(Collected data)
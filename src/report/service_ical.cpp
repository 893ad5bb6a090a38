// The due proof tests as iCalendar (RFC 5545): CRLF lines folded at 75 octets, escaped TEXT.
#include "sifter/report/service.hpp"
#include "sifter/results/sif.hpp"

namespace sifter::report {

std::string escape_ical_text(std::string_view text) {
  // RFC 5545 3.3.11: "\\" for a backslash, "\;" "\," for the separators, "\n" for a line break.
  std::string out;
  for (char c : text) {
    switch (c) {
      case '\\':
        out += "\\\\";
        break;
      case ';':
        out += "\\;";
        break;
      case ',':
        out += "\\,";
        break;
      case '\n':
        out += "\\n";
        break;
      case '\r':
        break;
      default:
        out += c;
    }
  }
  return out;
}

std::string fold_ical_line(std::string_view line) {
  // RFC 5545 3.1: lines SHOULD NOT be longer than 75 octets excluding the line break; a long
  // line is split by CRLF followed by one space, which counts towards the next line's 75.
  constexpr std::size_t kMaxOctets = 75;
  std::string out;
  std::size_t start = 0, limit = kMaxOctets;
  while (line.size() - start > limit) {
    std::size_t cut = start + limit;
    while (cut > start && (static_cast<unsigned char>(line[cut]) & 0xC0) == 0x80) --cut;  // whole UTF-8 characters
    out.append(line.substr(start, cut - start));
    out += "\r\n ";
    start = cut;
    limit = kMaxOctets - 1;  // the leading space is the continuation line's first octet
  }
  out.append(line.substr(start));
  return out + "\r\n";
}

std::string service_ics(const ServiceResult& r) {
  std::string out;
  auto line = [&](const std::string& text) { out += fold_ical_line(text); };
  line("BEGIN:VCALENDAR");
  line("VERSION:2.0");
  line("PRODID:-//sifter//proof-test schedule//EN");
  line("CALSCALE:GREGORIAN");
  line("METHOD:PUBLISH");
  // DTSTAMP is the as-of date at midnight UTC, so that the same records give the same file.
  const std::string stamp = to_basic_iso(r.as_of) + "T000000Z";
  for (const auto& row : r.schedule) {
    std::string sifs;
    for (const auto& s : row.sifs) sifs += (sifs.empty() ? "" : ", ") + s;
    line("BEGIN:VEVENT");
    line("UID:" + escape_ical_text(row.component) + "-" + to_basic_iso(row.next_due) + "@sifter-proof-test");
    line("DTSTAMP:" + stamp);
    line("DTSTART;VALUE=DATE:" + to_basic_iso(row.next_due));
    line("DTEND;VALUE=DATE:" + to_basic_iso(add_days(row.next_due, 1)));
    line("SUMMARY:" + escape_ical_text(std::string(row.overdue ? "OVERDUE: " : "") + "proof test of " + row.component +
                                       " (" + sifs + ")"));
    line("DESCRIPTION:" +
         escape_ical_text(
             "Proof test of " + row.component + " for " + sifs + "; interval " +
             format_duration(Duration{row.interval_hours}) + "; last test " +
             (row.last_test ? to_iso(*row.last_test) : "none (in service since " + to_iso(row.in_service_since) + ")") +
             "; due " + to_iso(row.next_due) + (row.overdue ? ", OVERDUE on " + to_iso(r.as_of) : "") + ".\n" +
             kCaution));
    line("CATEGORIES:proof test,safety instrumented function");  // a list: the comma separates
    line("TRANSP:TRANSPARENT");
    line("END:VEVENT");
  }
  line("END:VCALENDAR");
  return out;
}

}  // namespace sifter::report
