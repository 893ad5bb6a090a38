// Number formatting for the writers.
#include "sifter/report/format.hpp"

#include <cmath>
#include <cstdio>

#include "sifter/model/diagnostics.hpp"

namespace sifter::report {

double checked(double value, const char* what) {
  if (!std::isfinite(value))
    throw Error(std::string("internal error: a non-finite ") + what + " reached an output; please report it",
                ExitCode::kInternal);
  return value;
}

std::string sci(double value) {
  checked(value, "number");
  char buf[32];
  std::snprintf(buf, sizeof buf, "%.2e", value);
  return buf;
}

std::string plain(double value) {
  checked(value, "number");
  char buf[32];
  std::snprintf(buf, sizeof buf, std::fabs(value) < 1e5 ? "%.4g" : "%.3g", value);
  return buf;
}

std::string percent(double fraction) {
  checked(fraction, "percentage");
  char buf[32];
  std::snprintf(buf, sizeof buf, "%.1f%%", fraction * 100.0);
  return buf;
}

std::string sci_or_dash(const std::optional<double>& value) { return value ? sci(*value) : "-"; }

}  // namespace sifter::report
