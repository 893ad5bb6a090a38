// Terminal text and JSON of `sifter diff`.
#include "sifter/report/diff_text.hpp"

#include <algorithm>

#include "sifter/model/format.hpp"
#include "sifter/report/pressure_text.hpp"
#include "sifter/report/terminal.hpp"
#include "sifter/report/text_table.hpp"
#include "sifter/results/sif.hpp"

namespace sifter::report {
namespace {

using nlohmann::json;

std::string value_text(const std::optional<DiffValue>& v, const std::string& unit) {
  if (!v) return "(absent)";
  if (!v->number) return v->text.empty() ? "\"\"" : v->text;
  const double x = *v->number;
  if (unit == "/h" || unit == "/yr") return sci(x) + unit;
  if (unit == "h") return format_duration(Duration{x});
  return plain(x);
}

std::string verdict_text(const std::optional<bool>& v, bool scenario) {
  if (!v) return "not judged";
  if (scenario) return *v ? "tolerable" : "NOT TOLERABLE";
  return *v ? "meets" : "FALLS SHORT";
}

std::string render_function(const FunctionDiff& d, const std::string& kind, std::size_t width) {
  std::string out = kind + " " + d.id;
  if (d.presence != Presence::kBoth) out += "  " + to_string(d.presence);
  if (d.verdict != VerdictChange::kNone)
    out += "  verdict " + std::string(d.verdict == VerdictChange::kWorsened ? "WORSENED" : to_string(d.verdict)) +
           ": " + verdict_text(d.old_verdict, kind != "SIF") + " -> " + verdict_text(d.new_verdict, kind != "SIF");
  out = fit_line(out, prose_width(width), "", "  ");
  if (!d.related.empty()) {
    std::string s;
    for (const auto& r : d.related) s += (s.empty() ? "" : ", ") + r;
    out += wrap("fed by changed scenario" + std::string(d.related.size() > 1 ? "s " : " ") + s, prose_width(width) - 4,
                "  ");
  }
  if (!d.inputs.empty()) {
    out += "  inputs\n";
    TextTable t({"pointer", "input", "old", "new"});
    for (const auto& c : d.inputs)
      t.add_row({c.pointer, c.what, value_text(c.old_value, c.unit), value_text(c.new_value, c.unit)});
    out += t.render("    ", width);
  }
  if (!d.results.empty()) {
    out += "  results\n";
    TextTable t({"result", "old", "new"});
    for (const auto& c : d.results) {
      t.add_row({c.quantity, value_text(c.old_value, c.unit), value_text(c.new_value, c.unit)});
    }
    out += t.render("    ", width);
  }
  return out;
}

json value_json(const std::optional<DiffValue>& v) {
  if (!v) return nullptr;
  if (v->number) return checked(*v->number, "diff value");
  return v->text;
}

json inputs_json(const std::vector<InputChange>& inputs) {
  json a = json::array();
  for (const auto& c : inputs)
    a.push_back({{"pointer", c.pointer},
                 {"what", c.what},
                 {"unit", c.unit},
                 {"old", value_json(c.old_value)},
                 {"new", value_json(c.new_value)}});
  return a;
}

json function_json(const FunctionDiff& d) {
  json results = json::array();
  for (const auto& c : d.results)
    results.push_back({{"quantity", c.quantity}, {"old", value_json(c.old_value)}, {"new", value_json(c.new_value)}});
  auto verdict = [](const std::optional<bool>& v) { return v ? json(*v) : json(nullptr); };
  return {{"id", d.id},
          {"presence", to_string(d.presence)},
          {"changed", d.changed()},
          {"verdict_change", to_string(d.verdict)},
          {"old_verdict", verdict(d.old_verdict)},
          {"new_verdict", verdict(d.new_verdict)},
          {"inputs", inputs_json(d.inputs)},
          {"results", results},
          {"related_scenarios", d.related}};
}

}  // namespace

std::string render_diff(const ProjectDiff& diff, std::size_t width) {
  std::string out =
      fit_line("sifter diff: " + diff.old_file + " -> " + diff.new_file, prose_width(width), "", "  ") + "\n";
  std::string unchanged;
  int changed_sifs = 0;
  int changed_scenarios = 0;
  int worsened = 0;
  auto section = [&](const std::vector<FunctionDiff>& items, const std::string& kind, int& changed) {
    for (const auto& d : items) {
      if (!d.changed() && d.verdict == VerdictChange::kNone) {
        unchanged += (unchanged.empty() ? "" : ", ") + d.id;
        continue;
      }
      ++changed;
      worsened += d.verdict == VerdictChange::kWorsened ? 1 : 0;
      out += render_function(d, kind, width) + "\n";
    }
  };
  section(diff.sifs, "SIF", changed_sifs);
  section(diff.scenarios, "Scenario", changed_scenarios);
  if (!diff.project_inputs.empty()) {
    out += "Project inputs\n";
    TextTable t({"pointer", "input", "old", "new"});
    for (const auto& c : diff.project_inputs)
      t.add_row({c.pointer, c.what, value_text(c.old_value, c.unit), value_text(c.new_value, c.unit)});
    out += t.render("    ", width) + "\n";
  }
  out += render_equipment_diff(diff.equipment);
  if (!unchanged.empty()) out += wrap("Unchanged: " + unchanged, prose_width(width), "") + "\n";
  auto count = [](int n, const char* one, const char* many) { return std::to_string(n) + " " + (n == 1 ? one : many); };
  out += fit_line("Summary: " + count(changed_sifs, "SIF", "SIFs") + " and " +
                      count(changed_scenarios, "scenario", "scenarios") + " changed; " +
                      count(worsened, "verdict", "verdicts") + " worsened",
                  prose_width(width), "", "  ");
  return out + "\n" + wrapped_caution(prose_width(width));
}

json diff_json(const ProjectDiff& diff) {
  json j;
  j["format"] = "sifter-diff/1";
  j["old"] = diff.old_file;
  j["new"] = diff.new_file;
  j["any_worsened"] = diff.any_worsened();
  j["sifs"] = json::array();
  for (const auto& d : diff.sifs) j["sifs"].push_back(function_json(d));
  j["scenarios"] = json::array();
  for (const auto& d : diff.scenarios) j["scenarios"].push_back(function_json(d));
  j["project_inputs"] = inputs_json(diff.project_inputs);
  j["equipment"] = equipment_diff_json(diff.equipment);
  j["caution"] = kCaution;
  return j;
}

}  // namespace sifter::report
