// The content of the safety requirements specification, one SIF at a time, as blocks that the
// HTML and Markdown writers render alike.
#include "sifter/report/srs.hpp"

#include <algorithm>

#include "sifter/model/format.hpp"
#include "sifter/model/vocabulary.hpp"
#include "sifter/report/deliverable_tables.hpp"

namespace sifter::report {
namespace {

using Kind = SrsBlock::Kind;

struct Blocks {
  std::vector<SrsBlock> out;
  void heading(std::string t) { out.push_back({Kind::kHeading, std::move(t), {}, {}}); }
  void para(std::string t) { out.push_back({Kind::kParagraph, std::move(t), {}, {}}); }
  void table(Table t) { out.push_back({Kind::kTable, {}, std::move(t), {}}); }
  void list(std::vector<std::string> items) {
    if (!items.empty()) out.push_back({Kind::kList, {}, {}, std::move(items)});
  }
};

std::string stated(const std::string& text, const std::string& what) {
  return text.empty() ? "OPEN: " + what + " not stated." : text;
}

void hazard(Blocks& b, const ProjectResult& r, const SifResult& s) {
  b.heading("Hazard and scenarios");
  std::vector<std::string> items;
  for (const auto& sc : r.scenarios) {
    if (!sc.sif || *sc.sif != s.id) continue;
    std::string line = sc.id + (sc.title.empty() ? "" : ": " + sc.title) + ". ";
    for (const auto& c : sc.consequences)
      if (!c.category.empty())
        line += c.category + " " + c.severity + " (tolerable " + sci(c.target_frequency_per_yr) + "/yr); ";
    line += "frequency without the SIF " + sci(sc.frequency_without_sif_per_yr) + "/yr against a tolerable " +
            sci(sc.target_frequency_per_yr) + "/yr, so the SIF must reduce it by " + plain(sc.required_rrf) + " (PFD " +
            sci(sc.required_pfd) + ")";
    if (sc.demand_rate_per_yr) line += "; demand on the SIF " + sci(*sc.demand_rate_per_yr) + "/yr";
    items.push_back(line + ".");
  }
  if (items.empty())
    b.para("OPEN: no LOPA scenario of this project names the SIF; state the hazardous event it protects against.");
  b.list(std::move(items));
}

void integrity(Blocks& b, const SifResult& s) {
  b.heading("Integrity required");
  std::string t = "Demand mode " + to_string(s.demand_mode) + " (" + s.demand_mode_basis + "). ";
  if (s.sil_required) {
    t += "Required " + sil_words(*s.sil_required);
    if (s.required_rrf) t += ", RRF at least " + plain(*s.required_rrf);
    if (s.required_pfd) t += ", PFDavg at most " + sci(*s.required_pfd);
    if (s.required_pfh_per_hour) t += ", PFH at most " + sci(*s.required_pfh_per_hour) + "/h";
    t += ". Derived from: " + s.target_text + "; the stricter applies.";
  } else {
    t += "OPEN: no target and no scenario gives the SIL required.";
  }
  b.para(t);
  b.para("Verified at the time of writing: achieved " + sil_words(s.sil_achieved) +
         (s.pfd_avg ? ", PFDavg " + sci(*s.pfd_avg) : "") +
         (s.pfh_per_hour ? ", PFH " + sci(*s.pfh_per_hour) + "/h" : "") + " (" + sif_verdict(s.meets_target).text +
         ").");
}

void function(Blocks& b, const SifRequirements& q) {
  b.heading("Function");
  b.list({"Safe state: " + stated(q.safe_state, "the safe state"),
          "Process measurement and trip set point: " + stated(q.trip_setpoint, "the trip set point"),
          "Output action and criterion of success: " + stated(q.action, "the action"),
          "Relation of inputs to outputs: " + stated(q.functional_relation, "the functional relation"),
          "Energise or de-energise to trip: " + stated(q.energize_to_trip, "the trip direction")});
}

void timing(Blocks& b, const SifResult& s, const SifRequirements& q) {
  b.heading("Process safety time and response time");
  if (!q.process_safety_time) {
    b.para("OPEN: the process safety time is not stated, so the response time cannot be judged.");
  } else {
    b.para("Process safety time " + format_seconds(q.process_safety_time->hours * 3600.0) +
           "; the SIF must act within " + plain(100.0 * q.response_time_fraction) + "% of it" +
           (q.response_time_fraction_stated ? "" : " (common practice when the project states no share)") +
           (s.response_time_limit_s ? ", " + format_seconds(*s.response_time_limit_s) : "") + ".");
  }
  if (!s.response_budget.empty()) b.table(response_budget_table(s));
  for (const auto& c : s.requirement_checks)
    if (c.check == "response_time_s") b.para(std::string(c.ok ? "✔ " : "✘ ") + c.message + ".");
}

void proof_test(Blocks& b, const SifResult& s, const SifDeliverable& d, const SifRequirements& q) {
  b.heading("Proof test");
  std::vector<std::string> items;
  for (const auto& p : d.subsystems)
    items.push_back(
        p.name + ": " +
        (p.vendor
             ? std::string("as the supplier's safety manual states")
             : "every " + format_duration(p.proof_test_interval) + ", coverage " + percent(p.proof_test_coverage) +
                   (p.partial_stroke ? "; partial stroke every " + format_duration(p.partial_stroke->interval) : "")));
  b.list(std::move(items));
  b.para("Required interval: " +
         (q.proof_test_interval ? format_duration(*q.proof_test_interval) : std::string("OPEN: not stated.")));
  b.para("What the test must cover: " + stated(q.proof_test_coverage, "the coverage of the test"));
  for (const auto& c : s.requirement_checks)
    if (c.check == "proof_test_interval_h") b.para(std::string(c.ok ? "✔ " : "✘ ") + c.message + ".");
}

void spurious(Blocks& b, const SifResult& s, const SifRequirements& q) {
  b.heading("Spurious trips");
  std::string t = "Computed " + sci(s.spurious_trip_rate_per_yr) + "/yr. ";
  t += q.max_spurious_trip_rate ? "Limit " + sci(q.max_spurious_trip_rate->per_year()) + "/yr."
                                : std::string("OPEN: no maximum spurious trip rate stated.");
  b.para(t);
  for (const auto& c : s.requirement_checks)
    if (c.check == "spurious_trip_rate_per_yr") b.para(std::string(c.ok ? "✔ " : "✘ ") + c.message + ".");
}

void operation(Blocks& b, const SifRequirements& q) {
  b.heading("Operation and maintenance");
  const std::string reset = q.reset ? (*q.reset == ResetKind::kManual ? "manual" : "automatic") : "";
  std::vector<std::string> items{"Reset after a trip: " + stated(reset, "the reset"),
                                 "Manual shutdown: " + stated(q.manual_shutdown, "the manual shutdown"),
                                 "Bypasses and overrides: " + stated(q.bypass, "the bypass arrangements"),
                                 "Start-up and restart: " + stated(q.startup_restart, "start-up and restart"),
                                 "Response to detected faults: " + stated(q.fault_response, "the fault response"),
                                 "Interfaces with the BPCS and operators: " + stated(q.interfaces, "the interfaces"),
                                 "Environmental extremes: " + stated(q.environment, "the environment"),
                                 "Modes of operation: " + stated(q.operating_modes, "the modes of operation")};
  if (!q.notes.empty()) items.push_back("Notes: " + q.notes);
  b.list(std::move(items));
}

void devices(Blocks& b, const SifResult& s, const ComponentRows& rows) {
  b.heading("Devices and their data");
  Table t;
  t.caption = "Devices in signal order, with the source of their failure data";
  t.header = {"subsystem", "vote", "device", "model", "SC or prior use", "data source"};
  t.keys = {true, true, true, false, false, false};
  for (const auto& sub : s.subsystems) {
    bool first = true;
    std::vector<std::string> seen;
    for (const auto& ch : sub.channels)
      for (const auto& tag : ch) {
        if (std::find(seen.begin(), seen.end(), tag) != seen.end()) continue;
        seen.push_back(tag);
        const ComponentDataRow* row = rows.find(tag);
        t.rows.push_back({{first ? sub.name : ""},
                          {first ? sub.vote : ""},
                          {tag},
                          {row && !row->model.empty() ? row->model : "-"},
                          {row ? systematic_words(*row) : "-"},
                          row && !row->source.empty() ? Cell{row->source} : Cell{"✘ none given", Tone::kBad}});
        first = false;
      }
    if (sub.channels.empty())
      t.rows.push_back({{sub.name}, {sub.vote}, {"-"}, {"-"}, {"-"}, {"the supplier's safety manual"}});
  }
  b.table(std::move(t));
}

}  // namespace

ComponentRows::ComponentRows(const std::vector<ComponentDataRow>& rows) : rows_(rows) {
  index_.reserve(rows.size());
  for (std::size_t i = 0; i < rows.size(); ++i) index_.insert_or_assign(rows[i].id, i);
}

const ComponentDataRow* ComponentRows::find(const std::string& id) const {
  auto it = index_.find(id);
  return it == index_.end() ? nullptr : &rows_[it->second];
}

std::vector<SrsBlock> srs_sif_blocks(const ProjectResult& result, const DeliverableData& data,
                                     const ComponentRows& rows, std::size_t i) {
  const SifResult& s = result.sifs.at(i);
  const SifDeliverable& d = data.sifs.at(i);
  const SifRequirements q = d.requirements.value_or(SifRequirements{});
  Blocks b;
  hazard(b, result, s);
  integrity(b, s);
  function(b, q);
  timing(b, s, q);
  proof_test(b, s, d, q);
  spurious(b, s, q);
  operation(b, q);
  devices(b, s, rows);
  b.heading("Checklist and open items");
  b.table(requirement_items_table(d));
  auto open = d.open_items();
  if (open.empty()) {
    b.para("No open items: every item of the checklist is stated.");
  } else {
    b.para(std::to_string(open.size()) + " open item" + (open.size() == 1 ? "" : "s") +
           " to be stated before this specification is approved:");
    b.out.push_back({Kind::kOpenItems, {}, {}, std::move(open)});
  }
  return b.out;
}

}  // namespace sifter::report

Task directions
Out of the preceding entries, pull each line that contains the word "presence".

Response box
  if (d.presence != Presence::kBoth) out += "  " + to_string(d.presence);
          {"presence", to_string(d.presence)},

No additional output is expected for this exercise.